→ **About this exercise**
Go through the following data and transcribe exactly the stretch of lines from the one holding "expect(r.rejectedRows).toBe(5);" to the one holding "expect(r.problems[3].message).toMatch(/duplicate star id", both included.
↓↓↓
describe('applyMapping', () => {
  it('converts Gaia mean fluxes in e⁻/s to magnitudes with the DR3 Vega zero-points (Riello et al. 2021)', () => {
    // Flux, flux error and the archive's own phot_*_mean_mag for HIP 101345 in the Gaia FGK benchmark
    // table (Gaia DR3 values, Soubiran et al. 2024); the archive computes mag = −2.5 log10(flux) + ZP_Vega.
    const t = table(['id', 'phot_g_mean_flux', 'phot_g_mean_flux_error', 'phot_bp_mean_flux', 'phot_bp_mean_flux_error', 'phot_rp_mean_flux', 'phot_rp_mean_flux_error'], [
      ['HIP101345', 1.19677746e8, 70911.64, 63146550.11304578, 35391.71, 82079181.4213077, 112594.95],
    ]);
    const m = detectMapping(t.columns, t.rows, keys);
    // The conversion alone: Gaia's bright-star correction of G (G < 8, survey-rules.ts) is off here.
    const r = applyMapping(t, m, { ...m.rules, survey: { brightLimits: 'off' } }, { bandKeys: keys });
    expect(r.problems).toEqual([]);
    const byBand = Object.fromEntries(r.stars[0].measurements.map((x) => [x.bandKey, x]));
    expect(byBand.G.mag).toBeCloseTo(5.4923334, 6);
    expect(byBand.BP.mag).toBeCloseTo(5.837668, 6);
    expect(byBand.RP.mag).toBeCloseTo(4.962313, 6);
    // σ_m = 2.5/ln10 · σ_F/F (first-order propagation, common practice)
    expect(byBand.G.magErr).toBeCloseTo(1.0857362 * (70911.64 / 1.19677746e8), 9);
  });

  it('keeps 2MASS values only where the quality letter passes the rule, and records the letter', () => {
    const t = table(['id', 'j_m', 'j_msigcom', 'h_m', 'h_msigcom', 'k_m', 'k_msigcom', 'ph_qual'], [
      ['s1', 5.0, 0.02, 4.6, 0.03, 4.5, 0.02, 'ABC'],
      ['s2', 6.0, 0.02, 5.6, 0.03, 5.5, 0.02, 'AAA'],
    ]);
    const m = detectMapping(t.columns, t.rows, keys);
    const r = applyMapping(t, m, m.rules, { bandKeys: keys });
    expect(r.stars[0].measurements.map((x) => `${x.bandKey}${x.quality}`)).toEqual(['JA', 'HB']);
    expect(r.stars[1].measurements).toHaveLength(3);
    expect(r.excludedByQuality).toBe(1);
    // Without the rule everything is kept.
    expect(applyMapping(t, m, { quality: [] }, { bandKeys: keys }).stars[0].measurements).toHaveLength(3);
    // Only A: the H 'B' of s1 goes too.
    expect(applyMapping(t, m, { quality: [{ column: 'ph_qual', keep: ['A'] }] }, { bandKeys: keys }).excludedByQuality).toBe(2);
  });

  it('reports every problem with file, row and column: non-numeric value, negative error, missing id, duplicate id, ragged row', () => {
    const t = table(['id', 'V', 'V_err', 'parallax_mas'], [
      ['a', '8.1', '0.02', '10'],
      ['b', 'bright', '0.02', '10'],
      ['c', '9.0', '-0.02', '10'],
      ['', '9.0', '0.02', '10'],
      ['a', '9.0', '0.02', '10'],
      ['d', '9.0', '0.02'],
      ['e', '9.5', '0.03', ''],
    ]);
    const m = detectMapping(t.columns, t.rows, keys);
    const r = applyMapping(t, m, m.rules, { bandKeys: keys });
    expect(r.stars.map((s) => s.id)).toEqual(['a', 'e']);
    expect(r.rejectedRows).toBe(5);
    const brief = r.problems.map((p) => [p.file, p.row, p.line, p.column?.name ?? null, p.severity]);
    expect(brief).toEqual([
      ['stars.csv', 2, 3, 'V', 'error'],
      ['stars.csv', 3, 4, 'V_err', 'error'],
      ['stars.csv', 4, 5, 'id', 'error'],
      ['stars.csv', 5, 6, 'id', 'error'],
      ['stars.csv', 6, 7, null, 'error'],
    ]);
    expect(r.problems[0].message).toBe('row 2 (file line 3), column V: V magnitude "bright" is not a number');
    expect(r.problems[1].message).toMatch(/negative error -0.02/);
    expect(r.problems[2].message).toMatch(/missing star id/);
    expect(r.problems[3].message).toMatch(/duplicate star id "a" \(first in row 1\)/);
    expect(r.problems[4].message).toMatch(/has 3 values but the header has 4 columns/);
  });

  it('long format: unknown band, duplicate band, conflicting star values; a star with an error is left out whole', () => {
    const t = table(['id', 'band', 'mag', 'mag_err', 'jy', 'jy_err', 'ul', 'parallax_mas'], [
      ['a', 'V', '8.9', '0.02', '', '', '', '21'],
      ['a', 'W1', '', '', '1.2', '0.03', '', '21'],
      ['a', 'W4', '8.1', '', '', '', '1', '21'],
      ['b', 'v', '9.9', '0.02', '', '', '', '4'],
      ['b', 'G', '9.7', '0.003', '', '', '', '4'],
      ['c', 'G', '9.7', '0.003', '', '', '', '4'],
      ['c', 'G', '9.8', '0.003', '', '', '', '4'],
      ['d', 'G', '9.7', '0.003', '', '', '', '4'],
      ['d', 'Ks', '9.0', '0.02', '', '', '', '5'],
    ]);
    const m = detectMapping(t.columns, t.rows, keys);
    const r = applyMapping(t, m, m.rules, { bandKeys: keys });
    expect(r.stars.map((s) => s.id)).toEqual(['a']);
    expect(r.stars[0]).toMatchObject({ parallaxMas: 21, measurements: [{ bandKey: 'V', mag: 8.9, magErr: 0.02 }, { bandKey: 'W1', fnuJy: 1.2, fnuErrJy: 0.03 }, { bandKey: 'W4', mag: 8.1, upperLimit: true }] });
    const msgs = r.problems.map((p) => `${p.row}:${p.column?.name ?? ''}:${p.message}`);
    expect(msgs).toContain(`4:band:row 4 (file line 5), column band: unknown band "v" (band keys are case-sensitive; did you mean 'V'?)`);
    expect(msgs.some((x) => x.startsWith('7:band:') && x.includes('already has band G in row 6'))).toBe(true);
    expect(msgs.some((x) => x.startsWith('9:parallax_mas:') && x.includes('parallax 5 differs from 4'))).toBe(true);
    expect(r.rejectedRows).toBe(6);
  });

  it('reads a luminosity class (dwarf or giant, any case) and [Fe/H]; refuses another class word or an impossible [Fe/H] by row and column', () => {
    expect(roles(['id', 'lum_class', 'feh', 'V'])).toMatchObject({ lum_class: 'lum_class', feh: 'feh' });
    expect(roles(['id', 'Luminosity_Class', '[Fe/H]'])).toMatchObject({ Luminosity_Class: 'lum_class', '[Fe/H]': 'feh' });
    const t = table(['id', 'lum_class', 'feh', 'V', 'V_err'], [
      ['a', 'Giant', '-0.31', '8.9', '0.02'],
      ['b', 'dwarf', '', '9.9', '0.02'],
      ['c', '', '0.1', '9.9', '0.02'],
      ['d', 'III', '0', '9.9', '0.02'],
      ['e', 'dwarf', '12', '9.9', '0.02'],
    ]);
    const m = detectMapping(t.columns, t.rows, keys);
    const r = applyMapping(t, m, m.rules, { bandKeys: keys });
    expect(r.stars.map((s) => [s.id, s.lumClass, s.fehDex])).toEqual([['a', 'giant', -0.31], ['b', 'dwarf', undefined], ['c', undefined, 0.1]]);
    const msgs = r.problems.map((p) => `${p.row}:${p.column?.name ?? ''}:${p.message}`);
    expect(msgs).toContain('4:lum_class:row 4 (file line 5), column lum_class: luminosity class "III" is not dwarf or giant (subgiants go with dwarfs)');
    expect(msgs).toContain('5:feh:row 5 (file line 6), column feh: [Fe/H] 12 is outside -6…+1.5 dex');
    // Long format: the class is a star's, so two rows of one star must agree.
    const long = table(['id', 'band', 'mag', 'mag_err', 'lum_class'], [
      ['a', 'V', '8.9', '0.02', 'giant'],
      ['a', 'Ks', '6.1', '0.02', 'dwarf'],
    ]);
    const lm = detectMapping(long.columns, long.rows, keys);
    const lr = applyMapping(long, lm, lm.rules, { bandKeys: keys });
    expect(lr.stars).toEqual([]);
    expect(lr.problems.some((p) => p.row === 2 && p.column?.name === 'lum_class' && p.message.includes('luminosity class dwarf differs from giant'))).toBe(true);
  });

  it('long format without an error column: the bands are named once at the top, not once per row', () => {
    // 43 stars × G, BP, RP, one row each, as a Gaia DR3 query laid out one band per row; no error column.
    const rows = Array.from({ length: 43 }, (_, i) => ['G', 'BP', 'RP'].map((b, j) => [`star-${i}`, b, String(9 + j / 10 + i / 100)])).flat();
    const t = table(['id', 'band', 'mag'], [...rows, ['star-0', 'W1', '8.2']]);
    const m = detectMapping(t.columns, t.rows, keys);
    expect(m.layout).toBe('long');
    const r = applyMapping(t, m, m.rules, { bandKeys: keys });
    expect(r.problems.map((p) => [p.severity, p.row, p.column?.name, p.message])).toEqual([
      ['warning', 0, 'mag', "G, BP, RP, W1: no magnitude error column is mapped, so these bands are not used in any row (upper limits are kept); map the file's magnitude error column (such as mag_err or e_mag)"],
    ]);
    expect(r.stars).toHaveLength(43);
    expect(r.stars.every((s) => s.measurements.length === 0)).toBe(true);
  });

  it('long format with an error column: a band with no error anywhere is named once, a band missing some errors says how many and which rows', () => {
    const rows: string[][] = [];
    for (let i = 0; i < 8; i++) {
      rows.push([`s${i}`, 'V', '9.1', i === 2 || i === 5 ? '' : '0.02']);
      rows.push([`s${i}`, 'G', '9.0', '']);
      rows.push([`s${i}`, 'BP', '9.3', '']);
    }
    const t = table(['id', 'band', 'mag', 'mag_err'], rows);
    const m = detectMapping(t.columns, t.rows, keys);
    const r = applyMapping(t, m, m.rules, { bandKeys: keys });
    expect(r.problems.map((p) => [p.severity, p.row, p.column?.name, p.message])).toEqual([
      ['warning', 0, 'mag_err', 'G, BP: no row gives a magnitude error, so these bands are not used in any row (upper limits are kept); fill in the magnitude errors in column mag_err'],
      ['warning', 0, 'mag_err', 'V: 2 of 8 magnitude rows have no error (row 7 (file line 8), row 16 (file line 17)), so those values were not used'],
    ]);
    expect(r.stars.map((s) => s.measurements.map((x) => x.bandKey).join(' '))).toEqual(['V', 'V', '', 'V', 'V', '', 'V', 'V']);
  });

  it('lists the file-wide summaries before the row problems', () => {
    const t = table(['id', 'band', 'mag', 'mag_err'], [['a', 'G', 'bright', ''], ['b', 'G', '9.0', ''], ['c', 'V', '9.0', '0.1']]);
    const m = detectMapping(t.columns, t.rows, keys);
    const r = applyMapping(t, m, m.rules, { bandKeys: keys });
    expect(r.problems.map((p) => p.row)).toEqual([0, 1, 1, 1]);
    expect(r.problems[0].message).toMatch(/^G: no row gives a magnitude error/);
    expect(r.problems[1].message).toMatch(/magnitude "bright" is not a number/);
    expect(r.problems[3].message).toMatch(/star "a" was left out/);
  });

  it('refuses a mapping without an id, with an unknown band or with two value columns for one band', () => {
    const cols = ['name', 'Vmag', 'V_jy', 'X'];
    const bad: Mapping = { layout: 'wide', columns: { Vmag: { role: 'mag', band: 'V' }, V_jy: { role: 'jy', band: 'V' }, X: { role: 'mag', band: 'X' } } };
    const msgs = checkMapping(bad, cols, keys, 'f.csv').map((p) => p.message);
    expect(msgs).toContain('no column is mapped to the star id');
    expect(msgs.some((m) => m.startsWith('column X: unknown band "X"'))).toBe(true);
    expect(msgs.some((m) => m.startsWith('band V has more than one value column'))).toBe(true);
    const r = applyMapping(table(cols, [['a', 1, 1, 1]]), bad, { quality: [] }, { bandKeys: keys });
    expect(r.stars).toEqual([]);
    expect(r.errorCount).toBeGreaterThanOrEqual(3);
  });
});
↑↑↑
→ **Exercise output**
    expect(r.rejectedRows).toBe(5);
    const brief = r.problems.map((p) => [p.file, p.row, p.line, p.column?.name ?? null, p.severity]);
    expect(brief).toEqual([
      ['stars.csv', 2, 3, 'V', 'error'],
      ['stars.csv', 3, 4, 'V_err', 'error'],
      ['stars.csv', 4, 5, 'id', 'error'],
      ['stars.csv', 5, 6, 'id', 'error'],
      ['stars.csv', 6, 7, null, 'error'],
    ]);
    expect(r.problems[0].message).toBe('row 2 (file line 3), column V: V magnitude "bright" is not a number');
    expect(r.problems[1].message).toMatch(/negative error -0.02/);
    expect(r.problems[2].message).toMatch(/missing star id/);
    expect(r.problems[3].message).toMatch(/duplicate star id "a" \(first in row 1\)/);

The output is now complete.